package aislecast.jobs.io;

import aislecast.jobs.config.RunFailure;
import com.fasterxml.jackson.databind.JsonNode;
import com.fasterxml.jackson.databind.ObjectMapper;
import com.fasterxml.jackson.databind.SerializationFeature;
import java.io.IOException;
import java.io.InputStream;
import java.io.OutputStream;
import java.time.Instant;
import java.util.LinkedHashMap;
import java.util.Map;
import org.apache.hadoop.fs.FileSystem;
import org.apache.hadoop.fs.Path;
import org.apache.spark.sql.SparkSession;

/**
 * The one writer of {@code run.json}, every command's manifest: the shared head (command, run
 * id, status, time, seed, versions, configuration, options, fingerprints) from {@link #header},
 * then each job's own keys. Keys are lower_snake_case.
 */
public final class RunJson {
  public static final String FILE = "run.json";
  public static final String AISLECAST_VERSION = "0.1.0";
  private static final ObjectMapper JSON =
      new ObjectMapper().enable(SerializationFeature.INDENT_OUTPUT);

  private RunJson() {}

  /** The shared head of a run's manifest; the job adds its own keys after it. */
  public static Map<String, Object> header(SparkSession spark, String runId, String status,
      RunIdentity id) {
    Map<String, Object> m = new LinkedHashMap<>();
    m.put("command", id.command());
    m.put("run_id", runId);
    m.put("status", status);
    m.put("written_at", Instant.now().toString());
    if (id.seed() != null) {
      m.put("seed", id.seed());
    }
    Map<String, Object> v = new LinkedHashMap<>();
    v.put("aislecast", AISLECAST_VERSION);
    v.put("spark", spark.version());
    v.put("java", System.getProperty("java.version"));
    v.put("spark_master", spark.sparkContext().master());
    m.put("versions", v);
    m.put("configuration", id.configuration());
    if (!id.options().isEmpty()) {
      m.put("options", id.options());
    }
    m.put("fingerprints", id.fingerprints());
    return m;
  }

  /** Writes {@code m} as {@code <runDir>/run.json} (never over an existing file). */
  public static void write(SparkSession spark, String runDir, Map<String, Object> m) {
    Path p = new Path(runDir, FILE);
    try {
      FileSystem fs = p.getFileSystem(spark.sparkContext().hadoopConfiguration());
      try (OutputStream os = fs.create(p, false)) {
        JSON.writeValue(os, m);
      }
    } catch (IOException e) {
      throw new RunFailure(RunFailure.OTHER, "cannot write " + p + ": " + e.getMessage(), e);
    }
  }

  /** Reads a run.json; null when the file does not exist. */
  public static JsonNode read(FileSystem fs, Path file) throws IOException {
    if (!fs.exists(file)) {
      return null;
    }
    try (InputStream in = fs.open(file)) {
      return JSON.readTree(in);
    }
  }
}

· · · · · · ·

__TASK INSTRUCTIONS__.
Write out the material once more so that every line matches exactly.

__PROBLEM SOLUTION__.
package aislecast.jobs.io;

import aislecast.jobs.config.RunFailure;
import com.fasterxml.jackson.databind.JsonNode;
import com.fasterxml.jackson.databind.ObjectMapper;
import com.fasterxml.jackson.databind.SerializationFeature;
import java.io.IOException;
import java.io.InputStream;
import java.io.OutputStream;
import java.time.Instant;
import java.util.LinkedHashMap;
import java.util.Map;
import org.apache.hadoop.fs.FileSystem;
import org.apache.hadoop.fs.Path;
import org.apache.spark.sql.SparkSession;

/**
 * The one writer of {@code run.json}, every command's manifest: the shared head (command, run
 * id, status, time, seed, versions, configuration, options, fingerprints) from {@link #header},
 * then each job's own keys. Keys are lower_snake_case.
 */
public final class RunJson {
  public static final String FILE = "run.json";
  public static final String AISLECAST_VERSION = "0.1.0";
  private static final ObjectMapper JSON =
      new ObjectMapper().enable(SerializationFeature.INDENT_OUTPUT);

  private RunJson() {}

  /** The shared head of a run's manifest; the job adds its own keys after it. */
  public static Map<String, Object> header(SparkSession spark, String runId, String status,
      RunIdentity id) {
    Map<String, Object> m = new LinkedHashMap<>();
    m.put("command", id.command());
    m.put("run_id", runId);
    m.put("status", status);
    m.put("written_at", Instant.now().toString());
    if (id.seed() != null) {
      m.put("seed", id.seed());
    }
    Map<String, Object> v = new LinkedHashMap<>();
    v.put("aislecast", AISLECAST_VERSION);
    v.put("spark", spark.version());
    v.put("java", System.getProperty("java.version"));
    v.put("spark_master", spark.sparkContext().master());
    m.put("versions", v);
    m.put("configuration", id.configuration());
    if (!id.options().isEmpty()) {
      m.put("options", id.options());
    }
    m.put("fingerprints", id.fingerprints());
    return m;
  }

  /** Writes {@code m} as {@code <runDir>/run.json} (never over an existing file). */
  public static void write(SparkSession spark, String runDir, Map<String, Object> m) {
    Path p = new Path(runDir, FILE);
    try {
      FileSystem fs = p.getFileSystem(spark.sparkContext().hadoopConfiguration());
      try (OutputStream os = fs.create(p, false)) {
        JSON.writeValue(os, m);
      }
    } catch (IOException e) {
      throw new RunFailure(RunFailure.OTHER, "cannot write " + p + ": " + e.getMessage(), e);
    }
  }

  /** Reads a run.json; null when the file does not exist. */
  public static JsonNode read(FileSystem fs, Path file) throws IOException {
    if (!fs.exists(file)) {
      return null;
    }
    try (InputStream in = fs.open(file)) {
      return JSON.readTree(in);
    }
  }
}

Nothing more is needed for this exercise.